La grande occasione di rivalsa si chiama Chelsea, Antonio Conte, che già voleva Morata alla Juventus, spinge per il suo arrivo che si concretizza per ben 64 milioni di euro, ma dopo un super inizio le prestazioni calano vistosamente, e soprattutto sotto porta il madrileno sbaglia diverse occasioni clamorose: la figura di Morata, agli occhi degli spettatori, è ormai ridotta a quella di un meme, stessa sorte che era capitata, sempre in maglia blues, a Fernando Torres, e che nella stessa stagione colpì Romelu Lukaku in quel di Manchester.

Dopo un anno e mezzo di sofferenze sportive, prese in giro e insulti dai suoi stessi tifosi, Morata – che comunque aveva segnato 24 gol – torna a Madrid per 63 milioni di euro, ma dalla parte dei Colchoneros, la squadra per cui ha sempre fatto il tifo.
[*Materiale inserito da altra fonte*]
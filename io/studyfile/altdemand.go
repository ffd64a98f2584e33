package studyfile

import (
	"errors"
	"fmt"
	"slices"
	"strings"

	"example.org/tailback/ctm/measure"
	"example.org/tailback/demand"
	"example.org/tailback/network"
	"example.org/tailback/network/unit"
)

// demandChange reads one [[alternative.demand_change]].
func (d *altDraft) demandChange(t *table) {
	t.known("entries factor start end")
	var entries []network.LinkID
	if t.has("entries") {
		entries = d.links(t, "entries")
	}
	for _, l := range entries {
		d.entry(t, "entries", l)
	}
	w, factor := d.window(t), t.number("factor", 1)
	switch {
	case !t.has("factor"):
		t.fault("", "", "a demand change needs a `factor`, such as 0.9")
	case !(factor >= 0) || factor > 1000:
		t.fault("factor", "", "a factor of %g is no use: it must be 0 or more", factor)
	}
	if t.bad {
		return
	}
	d.demand.Scale(entries, factor, w)
	what := "all entries"
	if entries != nil {
		what = d.names(entries)
	}
	d.say(func(unit.System) string {
		return fmt.Sprintf("demand of %s times %g, %s-%s", what, factor, altClock(w.From), altClock(w.To))
	})
}

// entry makes sure that traffic begins on a link.
func (d *altDraft) entry(t *table, key string, l network.LinkID) bool {
	entries := d.base.Demand.EntryLinks()
	if slices.Contains(entries, l) {
		return true
	}
	slices.Sort(entries)
	t.fault(key, "entries are "+d.names(slices.Compact(entries)), "no traffic begins on link `%s`", d.road.Links[l].Name)
	return false
}

// names lists links, at most ten of them.
func (d *altDraft) names(links []network.LinkID) string {
	var list []string
	for _, l := range links {
		if len(list) == 10 {
			list = append(list, fmt.Sprintf("and %d more", len(links)-10))
			break
		}
		list = append(list, "`"+d.road.Links[l].Name+"`")
	}
	return strings.Join(list, ", ")
}

// rampClosure reads the closure of one [[alternative.ramp_closure]]; divert reads where its traffic goes, once all
// closures are known.
func (d *altDraft) rampClosure(t *table) {
	t.known("link start end divert")
	link, w := d.link(t, "link"), d.window(t)
	for _, o := range d.shut {
		if link >= 0 && o.link == link && sameTime(o.window, w) {
			t.fault("link", "give one closure for each link and time", "link `%s` is closed twice at once", d.road.Links[link].Name)
		}
	}
	d.add(t, &measure.RampClosure{Link: link, Start: w.From, End: w.To})
	if !t.bad {
		d.shut = append(d.shut, occupied{t, link, w})
	}
}

// divert moves a closed ramp's traffic. Traffic that begins on the ramp goes to other entries, traffic that arrives by
// road to other exits.
func (d *altDraft) divert(t *table, link network.LinkID, w demand.Window) {
	to := d.shares(t, link, w)
	begins := slices.Contains(d.base.Demand.EntryLinks(), link)
	if begins {
		for i, s := range to {
			if s.To >= 0 {
				d.entry(t, fmt.Sprintf("divert[%d].to", i), s.To)
			}
		}
	}
	if t.bad {
		return
	}
	before := d.demand.Record()
	if begins {
		d.demand.MoveEntry(link, to, w)
	}
	if len(d.road.In(d.road.Links[link].From)) > 0 && (!begins || d.turnsInto(link)) {
		if err := d.demand.MoveThrough(d.road, link, to, w); err != nil {
			if !errors.Is(err, demand.ErrNoWay) {
				panic("studyfile: " + err.Error())
			}
			t.fault("divert", "traffic that arrives by road can only leave at exits that it can reach", "%v", err)
			return
		}
	}
	d.account(link, before)
}

// turnsInto reports whether any turning fraction leads into a link, or its node gives no choice.
func (d *altDraft) turnsInto(link network.LinkID) bool {
	node := d.road.Links[link].From
	if len(d.road.Out(node)) == 1 {
		return true
	}
	for i := range d.base.Demand.Turnings {
		if slices.Contains(d.base.Demand.Turnings[i].To, link) {
			return true
		}
	}
	return false
}

// shares reads divert.
func (d *altDraft) shares(t *table, link network.LinkID, w demand.Window) []demand.Share {
	var list []demand.Share
	sum := 0.0
	for _, s := range t.tables("divert") {
		s.known("to share")
		to, share := d.link(s, "to"), s.quantity("share", unit.Share, 0)
		if !s.has("share") {
			s.fault("", "", "`divert` needs a `share` for each `to`")
		}
		if to == link {
			s.fault("to", "", "link `%s` cannot take its own traffic while it is closed", d.road.Links[to].Name)
		}
		for _, o := range d.shut {
			if o.link == to && to != link && sameTime(o.window, w) {
				s.fault("to", "name one that stays open", "link `%s` is closed too, from %s to %s", d.road.Links[to].Name, altClock(o.window.From), altClock(o.window.To))
			}
		}
		sum += share
		t.bad = t.bad || s.bad
		list = append(list, demand.Share{To: to, Share: share})
	}
	if sum > 1+1e-9 {
		t.fault("divert", "what the shares leave of 1 does not travel", "the shares sum to %.6g: at most 1 can be diverted", sum)
	}
	return list
}

// account notes what became of a closed ramp's traffic.
func (d *altDraft) account(link network.LinkID, before demand.Record) {
	after := d.demand.Record()
	var parts []string
	for _, m := range after.Moves[len(before.Moves):] {
		parts = append(parts, fmt.Sprintf("%.1f vehicles go to `%s`", m.Vehicles, d.road.Links[m.To].Name))
	}
	parts = append(parts, fmt.Sprintf("%.1f do not travel", after.Suppressed-before.Suppressed))
	d.alt.Notes = append(d.alt.Notes, fmt.Sprintf("closed link `%s`: %s", d.road.Links[link].Name, strings.Join(parts, ", ")))
}
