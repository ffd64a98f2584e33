package studyfile

import (
	"errors"
	"fmt"
	"math"
	"slices"

	"example.org/tailback/ctm"
	"example.org/tailback/ctm/study"
	"example.org/tailback/demand"
)

// Window is when the alternative's measures last: from the first start to the last end. It returns an error where it
// has none, or where one of them has neither start nor end, so that it cannot be moved.
func (a *Alternative) Window() (study.Window, error) {
	w := study.Window{Start: math.Inf(1), End: math.Inf(-1)}
	_, err := a.again(func(x demand.Window) demand.Window {
		w.Start, w.End = min(w.Start, x.From), max(w.End, x.To)
		return x
	})
	if err == nil && w.Start >= w.End {
		err = errors.New("it has no measure with a start and an end to move")
	}
	return w, err
}

// Shift makes the alternative's scenario over another window: with [s, e) the alternative's own window, a measure of
// [from, to) lasts over
//
//	[w.Start + from - s, w.End + to - e)
//
// and its diverted or changed demand with it. It returns study.ErrShort where a measure would have no time left. Many
// goroutines may call it.
func (a *Alternative) Shift(own, w study.Window) (*ctm.Scenario, error) {
	short := false
	sc, err := a.again(func(x demand.Window) demand.Window {
		x = demand.Window{From: w.Start + x.From - own.Start, To: w.End + x.To - own.End}
		if x.To <= x.From {
			short = true
			x.To = x.From + 1
		}
		return x
	})
	if short {
		return nil, study.ErrShort
	}
	return sc, err
}

// rereader makes the function that reads an alternative again with other windows.
func rereader(base *ctm.Scenario, keys map[string]any, diagrams []string) func(func(demand.Window) demand.Window) (*ctm.Scenario, error) {
	return func(shift func(demand.Window) demand.Window) (*ctm.Scenario, error) {
		if err := fixed(keys); err != nil {
			return nil, err
		}
		var first error
		t := &table{keys: keys, report: func(path, text, hint string) {
			if first == nil {
				first = errors.New(text)
			}
		}}
		d := &altDraft{base: base, road: base.Network, diagrams: diagrams, period: demand.Window{From: base.Horizon.Start, To: base.Horizon.End}}
		d.warn = func(path, text, hint string) {}
		d.shift = shift
		d.demand = demand.Revise(base.Demand, d.period)
		d.read(t, make(map[string]bool))
		return d.alt.Scenario, first
	}
}

// fixed returns an error where a part of an alternative holds all the time.
func fixed(keys map[string]any) error {
	var kinds []string
	for kind := range keys {
		if kind != "name" && kind != "title" {
			kinds = append(kinds, kind)
		}
	}
	slices.Sort(kinds)
	t := &table{keys: keys, report: func(string, string, string) {}}
	for _, kind := range kinds {
		for _, part := range t.tables(kind) {
			if kind == "diagram_change" || !part.has("start") || !part.has("end") {
				return fmt.Errorf("its %s holds all the time: only measures with a start and an end can be moved", kind)
			}
		}
	}
	return nil
}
Anche qui la permanenza è di 18 mesi in cui Morata segna, ma più che altro gioca per la squadra mettendosi al servizio di Antoine Griezmann prima, di João Félix e Diego Costa poi, mostrandosi per quello che potremmo definire davvero il suo ruolo: una seconda punta atipica.

Non ha medie disastrose ma non è un bomber, è un attaccante che gioca per i compagni e che all’occorrenza si fa trovare pronto sotto porta. Anche a Madrid non ci sono grandi soddisfazioni sul lato sportivo – che comunque, anche questa volta, porta con sé 22 gol –, specialmente nella scorsa fallimentare stagione, in cui però Álvaro, naturalmente in Champions, si toglie lo sfizio, nella serata monstre di Llorente, di decidere ai supplementari la sfida di ritorno degli ottavi di finale, ad Anfield, la cattedrale dei campioni in carica del Liverpool.



Nella travagliata estate 2020, che vede un mercato stravolto causa  pandemia, la Juventus sonda vari attaccanti, da Arkadiusz Milik a Edin Džeko, fino a sfiorare il colpo Luis Suárez, ma alla fine, a sorpresa, il 9 che approda alla corte di Pirlo è proprio l’ex compagno Morata, che dopo 4 anni torna a casa.

Forse non è il profilo che ci si aspettava, sicuramente – viste le sue ultime stagioni – non un colpo altisonante, ma giocare in un ambiente che ama e nel quale il suo affetto è ricambiato può essere determinante a livello individuale e collettivo. Morata, diciamolo chiaramente, non è Suárez, ma a Torino può tornare il mattatore delle magiche notti europee, e la Juventus, dal canto suo, spera di poter tornare ad essere inna-Morata dello spagnolo, per quella che non può essere una semplice avventura.